# Comprehensive exam study guide

This post is going to make a boring read.

As I explained in my last post, my program’s comprehensive exams are bespoke for the student. I’m going to use this post as a high-level study guide to keep me on track. I’ll update it as I get more clarification etc.

The basic structure of the exam is as follows:

There is a one-day (up to six-hour) written exam taken in-person at the university and proctored by one committee member. The results are classified as “Pass”, “Fail”, or “Oral Exam Needed”. The latter is used if I need to clarify or expand on my written answer. The exam questions are submitted by 3 of my 5 committee members. The questions are designed to track courses that I took as part of my degree “concentration” courses.

After the written portion, there is a computational exam which I will have two weeks to complete. Two of my committee members are taking on putting together this portion of the exam.

Finally, I will convene in-person with my committee and (a) present on the results of the computational portion of the exam and (b) undergo any oral examination needed from the answers to my written questions.

### Supervised learning

This section is still a bit “TBD” but what I know for sure follows:

The books I’m using here are

1. The Elements of Statistical Learning by Hastie et al.
2. TBD likely either Tan et al. (see below) or Data Mining by Witten et al.
3. I likely won’t be using Deep Learning by Goodfellow et al. but in case someone comes across this page as a resource to study ML themselves, I feel I’d be remiss not to mention it. This is an excellent book for those of us with a more mathematical bent.

The topics I’ll be focusing on are

1. SVMs from Hastie et. al (Ch. 12)
2. TBD

### Unsupervised learning

The books I’m using here are

1. The Elements of Statistical Learning by Hastie et al.
2. Introduction to Data Mining by Tan et al.

The topics I’ll be focusing on are

1. Clustering from Hastie et al. (Ch. 14, specifically section 14.3)
2. Clustering from Tan et al. (Ch. 8 - 9 in 1st ed.

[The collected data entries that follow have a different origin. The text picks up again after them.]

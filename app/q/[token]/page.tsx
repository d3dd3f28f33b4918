// The customer's page for one quote, no sign-in: the link's token (128 random bits, only its
// SHA-256 stored) finds the quote. It shows that quote and the shop's name and address, and
// takes one answer; an unknown, withdrawn, expired or answered link says so and offers nothing.
import type { Metadata } from 'next';
import { CustomerAnswer } from '@/components/quotes/customer-answer';
import { quoteByToken } from '@/db/queries/quotes';
import { formatMoney } from '@/lib/quotes/price';

export const dynamic = 'force-dynamic';
export const metadata: Metadata = { title: 'Your quote', robots: { index: false, follow: false }, referrer: 'no-referrer' };

const CLOSED: Record<string, { title: string; text: string }> = {
  accepted: { title: 'This quote has been accepted.', text: 'Thank you: the shop has your answer. Nothing more is needed here.' },
  declined: { title: 'This quote has been declined.', text: 'The shop has your answer. Ask the shop for a new quote if you change your mind.' },
  expired: { title: 'This quote has expired.', text: 'Its validity has run out. Ask the shop for a new quote.' },
  revoked: { title: 'This link has been withdrawn.', text: 'The shop has withdrawn this quote, usually because a revised one follows. Ask the shop if you have not received it.' },
};

export default async function CustomerQuotePage({ params }: { params: Promise<{ token: string }> }) {
  const found = await quoteByToken((await params).token);
  if (!found.found) {
    return (
      <main id="main" className="mx-auto max-w-2xl px-4 py-10">
        <h1>This link is not valid</h1>
        <p className="mt-3" data-testid="quote-link-state">No quote answers to this link. Check that the whole link was copied from the e-mail, or ask the shop for a new one.</p>
      </main>
    );
  }
  const q = found.quote;
  const closed = CLOSED[q.state];
  return (
    <main id="main" className="mx-auto max-w-3xl px-4 py-10">
      <header className="border-b-2 border-rule pb-4">
        <p className="text-lg font-bold">{q.shopName}</p>
        {q.shopAddress ? <p className="whitespace-pre-line text-sm text-ink-soft">{q.shopAddress}</p> : null}
      </header>
      <h1 className="mt-6">Quote {q.number}</h1>
      <dl className="mt-3 grid gap-x-6 gap-y-1 sm:grid-cols-[max-content_1fr]">
        <dt className="text-ink-soft">For</dt>
        <dd className="font-bold">{q.customerName}</dd>
        <dt className="text-ink-soft">Job</dt>
        <dd className="font-bold">{q.jobTitle}</dd>
        {q.validUntil ? (
          <>
            <dt className="text-ink-soft">Valid until</dt>
            <dd className="figure font-bold">{q.validUntil}</dd>
          </>
        ) : null}
      </dl>
      <table className="mt-6 w-full border-collapse rounded-md bg-panel text-left">
        <caption className="sr-only">Quote lines</caption>
        <thead>
          <tr className="border-b-2 border-rule text-sm text-ink-soft">
            <th scope="col" className="py-1 pr-3">Line</th>
            <th scope="col" className="py-1 pr-3">How it is computed</th>
            <th scope="col" className="py-1 text-right">Amount</th>
          </tr>
        </thead>
        <tbody>
          {q.lines.map((l) => (
            <tr key={l.key} className={`border-b border-rule-light align-top ${l.key === 'total' ? 'font-bold' : ''}`}>
              <th scope="row" className="py-1 pr-3">{l.label}</th>
              <td className="figure py-1 pr-3 text-sm">{l.arithmetic}</td>
              <td className="figure whitespace-nowrap py-1 text-right">{l.amountMinor === null ? '' : formatMoney(l.amountMinor, q.currency)}</td>
            </tr>
          ))}
        </tbody>
      </table>
      <p className="mt-4 text-xl font-bold" data-testid="customer-total">Total {formatMoney(q.totalMinor, q.currency)}</p>
      {q.quoteTerms ? <p className="mt-4 whitespace-pre-line text-sm">{q.quoteTerms}</p> : null}
      <p className="mt-4 text-sm text-ink-soft">The machine time in this quote is an estimate computed from the cutting program; the time on the machine can differ.</p>
      <div className="mt-8">
        {closed ? (
          <div className="rounded-md border-2 border-rule p-4" data-testid="quote-link-state">
            <h2 className="text-lg">{closed.title}</h2>
            <p className="mt-1">{closed.text}</p>
          </div>
        ) : (
          <CustomerAnswer token={(await params).token} />
        )}
      </div>
    </main>
  );
}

TBD on whether or not I do 1st or 2nd ed.)
3. Anomaly detection from Tan et al. (Ch. 10 in 1st ed.)

#### Clustering

1. K-means & K-medoids
2. Agglomorative hierarchical clustering
3. DBSCAN
4. Gaussian mixture model
5. Other clustering algorithms
• Prototype-based clustering
• Density-based clustering (non-DBSCAN)
• Graph-based clustering (including page-rank)
6. Cluster evaluation
7. Which clustering algorithm?

#### Dimensionality reduction

1. Principal component analysis
2. Non-negative matrix factorization
3. Independent component analysis
4. Multidimensional scaling

#### Anomaly detection

1. Statistical approaches
2. Proximity-based outlier detection
3. Density-based outlier detection
4. Clustering-based techniques

### Other topics in machine learning

Other topics will be

1. Overfitting
2. Generalization
4. Model selection

These are covered Hastie et al. Ch. 7.

I am encouraged to look into the introductory chapters of Pattern Recognition and Machine Learning

## The computational portion

I don’t really need to “study” for the computation portion. From discussions, what we are going to do is do some flag planting for a paper that I intend to write as part of the dissertation. I’ve implemented a couple forms of transfer learning for LDA (or an LDA-like model) in a new R package I’m working on. So we’d be looking at a preliminary study of that. Thing is, we don’t know how permanent/forgetful LDA is in this paradigm. And I don’t know that the way I implemented it is optimal. Topics to consider might be

1. Weighting/reweighting of the previous model’s topics in the prior of a new model. This tunes how much the new model “remembers” the old model.
2. Initialization strategies. Algorithms for LDA shuffle around counts of document-token-topic assignments. If you want to “transfer” you should initialize your counts in proportion to that of the previously-trained model. Unfortunately, corpora don’t have the same number of tokens overall or per-document. So, how do you initialize those counts then? (FWIW, I am not convinced that the current way I did it in my in-development R package is the best strategy.)